Top of AVAILABLE DATA

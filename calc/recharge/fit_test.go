package recharge

import (
	"math"
	"testing"
)

// sample takes points from a law.
func sample(j Junction, currents ...float64) (points []DiodePoint) {
	for _, i := range currents {
		points = append(points, DiodePoint{i, j.Voltage(i)})
	}
	return points
}

// kT/q of checks.md at 25 °C, from the exact constants of the SI [V].
const vt25 = 25.693e-3

func TestFitThroughPoints(t *testing.T) {
	for name, c := range map[string]struct {
		points []DiodePoint
		series float64
		slope  float64 // [V], NaN: not checked
		r      float64 // [ohm], NaN: not checked
	}{
		"one point takes n = 1.5":              {[]DiodePoint{{0.5, 0.9}}, nan, 1.5 * vt25, 0},
		"one point, known resistance":          {[]DiodePoint{{0.5, 0.9}}, 0.2, 1.5 * vt25, 0.2},
		"silicon, two points":                  {[]DiodePoint{{0.01, 0.60}, {0.1, 0.70}}, nan, 0.1 / math.Ln10, 0},
		"n would be 8.5: the rest becomes r_D": {[]DiodePoint{{0.01, 0.5}, {1, 1.5}}, nan, 2 * vt25, nan},
		"known resistance explains the slope":  {[]DiodePoint{{0.01, 0.602}, {1, 0.952}}, 0.2, (0.752 - 0.6) / math.Log(100), 0.2},
		"germanium, I_S counts":                {[]DiodePoint{{0.001, 0.08}, {0.1, 0.25}}, nan, nan, 0},
		"near-equal, a fixed drop":             {[]DiodePoint{{0.001, 0.3999}, {1, 0.4001}}, nan, 2e-4 / math.Log(1000), 0},
		"nearer still":                         {[]DiodePoint{{0.001, 0.399999}, {1, 0.400001}}, nan, 2e-6 / math.Log(1000), 0},
	} {
		j, err := FitJunction(c.points, c.series, 25)
		if err != nil {
			t.Errorf("%s: %v", name, err)
			continue
		}
		for _, p := range c.points {
			near(t, name, j.Voltage(p.Current), p.Voltage, 1e-10)
		}
		if c.slope == c.slope {
			near(t, name+": slope", j.Slope/c.slope, 1, 3e-5)
		}
		if c.r == c.r {
			near(t, name+": resistance", j.Resistance, c.r, 1e-12)
		}
		if !(j.Slope > 0 && j.Slope <= 2*vt25*1.0001) || !(j.Resistance >= 0) {
			t.Errorf("%s: %+v", name, j)
		}
	}
}

func TestFixedDropIsFixed(t *testing.T) {
	e := fixedDrop(t, 0.4, 0)
	for _, i := range []float64{1e-4, 1e-3, 0.03, 1, 10} {
		near(t, "drop", e.Drop(i), 0.4, 2.1e-4)
	}
	if !(e.Slope > 20e-6 && e.Slope < 40e-6) {
		t.Errorf("slope %g V", e.Slope)
	}
	if got := e.Current(0.39); got > 1e-100 {
		t.Errorf("conducts %g A at 0.39 V", got)
	}
}

// More points than parameters: the law they were taken from comes back; its limits hold where they were not.
func TestFitLeastSquares(t *testing.T) {
	for name, j := range map[string]Junction{
		"silicon":          {Slope: 0.045, LogSaturation: -17, Resistance: 0.12},
		"schottky":         {Slope: 0.027, LogSaturation: -10, Resistance: 0.05},
		"without series":   {Slope: 0.04, LogSaturation: -20},
		"at the limit":     {Slope: 2 * thermalVoltagePerKelvin * 298.15, LogSaturation: -15, Resistance: 0.3},
		"sharp with drop":  {Slope: 50e-6, LogSaturation: -8000, Resistance: 0.1},
		"leaky, I_S large": {Slope: 0.026, LogSaturation: -7.5, Resistance: 0.2},
	} {
		got, err := FitJunction(sample(j, 1e-3, 5e-3, 0.02, 0.1, 0.4, 1, 2), nan, 25)
		if err != nil {
			t.Errorf("%s: %v", name, err)
			continue
		}
		near(t, name+": slope", got.Slope/j.Slope, 1, 1e-6)
		near(t, name+": ln I_S", got.LogSaturation/j.LogSaturation, 1, 1e-6)
		near(t, name+": resistance", got.Resistance, j.Resistance, 1e-8)
		known, err := FitJunction(sample(j, 1e-3, 5e-3, 0.02, 0.1, 0.4, 1, 2), j.Resistance, 25)
		if err != nil {
			t.Errorf("%s: %v", name, err)
			continue
		}
		near(t, name+": known resistance", known.Resistance, j.Resistance, 1e-8)
	}
	// n = 4 over the whole range is not a junction: limit and r_D, and no other pair in the box fits better
	points := sample(Junction{Slope: 4 * vt25, LogSaturation: -7}, 0.01, 0.05, 0.2, 0.6, 1)
	got, err := FitJunction(points, nan, 25)
	if err != nil {
		t.Fatal(err)
	}
	cost := func(j Junction) (sum float64) {
		for _, p := range points {
			d := j.Voltage(p.Current) - p.Voltage
			sum += d * d
		}
		return sum
	}
	if limit := 2 * thermalVoltagePerKelvin * 298.15; math.Abs(got.Slope-limit) > 1e-12 || !(got.Resistance > 0) {
		t.Errorf("beyond the limit: %+v", got)
	}
	for _, d := range []float64{-1e-3, 1e-3} {
		for _, other := range []Junction{
			{got.Slope, got.LogSaturation + d, got.Resistance}, {got.Slope, got.LogSaturation, got.Resistance * (1 + d)},
			{got.Slope * (1 - math.Abs(d)), got.LogSaturation, got.Resistance},
		} {
			if cost(other) < cost(got)*(1-1e-4) {
				t.Errorf("%+v fits better than %+v", other, got)
			}
		}
	}
}

func TestFitRefuses(t *testing.T) {
	for name, c := range map[string]struct {
		points       []DiodePoint
		series, temp float64
	}{
		"no points":                    {nil, nan, 25},
		"NaN":                          {[]DiodePoint{{nan, 0.5}}, nan, 25},
		"zero current":                 {[]DiodePoint{{0, 0.5}}, nan, 25},
		"negative voltage":             {[]DiodePoint{{1, -0.5}}, nan, 25},
		"not in order":                 {[]DiodePoint{{1, 0.9}, {0.1, 0.7}}, nan, 25},
		"falling":                      {[]DiodePoint{{0.1, 0.9}, {1, 0.8}}, nan, 25},
		"faster than a resistor":       {[]DiodePoint{{0.1, 0.05}, {1, 0.8}}, nan, 25},
		"series resistance takes all":  {[]DiodePoint{{1, 0.5}}, 0.6, 25},
		"series resistance turns it":   {[]DiodePoint{{0.1, 0.7}, {1, 0.9}}, 0.3, 25},
		"negative series resistance":   {[]DiodePoint{{1, 0.5}}, -1, 25},
		"below absolute zero":          {[]DiodePoint{{1, 0.5}}, nan, -300},
		"infinite voltage":             {[]DiodePoint{{1, math.Inf(1)}}, nan, 25},
		"third point faster than line": {[]DiodePoint{{0.1, 0.7}, {1, 0.9}, {1.1, 1.2}}, nan, 25},
	} {
		if j, err := FitJunction(c.points, c.series, c.temp); err == nil {
			t.Errorf("%s: accepted as %+v", name, j)
		}
	}
	if _, err := FitJunction([]DiodePoint{{1, 0.5}}, nan, nan); err != nil {
		t.Errorf("temperature left out: %v", err)
	}
}

func TestAtTemperature(t *testing.T) {
	points := []DiodePoint{{0.01, 0.6}, {1, 0.95}}
	j, err := FitJunction(points, nan, 25)
	if err != nil {
		t.Fatal(err)
	}
	for _, hot := range []float64{-40, 25, 125} {
		moved := j.AtTemperature(hot, 25, points[1])
		near(t, "upper point", moved.Voltage(1), 0.95-2e-3*(hot-25), 1e-10)
		near(t, "slope", moved.Slope/j.Slope, (hot+273.15)/298.15, 1e-12)
		if moved.Resistance != j.Resistance {
			t.Errorf("r_D moved to %g", moved.Resistance)
		}
		back := moved.AtTemperature(25, hot, points[1])
		near(t, "there and back", back.LogSaturation, j.LogSaturation, 1e-9)
	}
	// a low drop must not turn negative
	low := linked(0.028, 0.22)
	moved := low.AtTemperature(175, 25, DiodePoint{1, 0.22})
	if v := moved.Voltage(1); !(v > 0 && v < 0.05) {
		t.Errorf("0.22 V at 25 °C is %g V at 175 °C", v)
	}
	sharp := fixedDrop(t, 0.4, 0).Junction
	near(t, "fixed drop hot", sharp.AtTemperature(125, 25, DiodePoint{1, 0.4001}).Voltage(0.1), 0.2, 3e-4)
}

Bottom of AVAILABLE DATA

* _EXERCISE OBJECTIVE_
Search the entries for the word "sample" and copy every line that holds it.

* _RESPONSE TO THIS TASK_
// sample takes points from a law.
func sample(j Junction, currents ...float64) (points []DiodePoint) {
		got, err := FitJunction(sample(j, 1e-3, 5e-3, 0.02, 0.1, 0.4, 1, 2), nan, 25)
		known, err := FitJunction(sample(j, 1e-3, 5e-3, 0.02, 0.1, 0.4, 1, 2), j.Resistance, 25)
	points := sample(Junction{Slope: 4 * vt25, LogSaturation: -7}, 0.01, 0.05, 0.2, 0.6, 1)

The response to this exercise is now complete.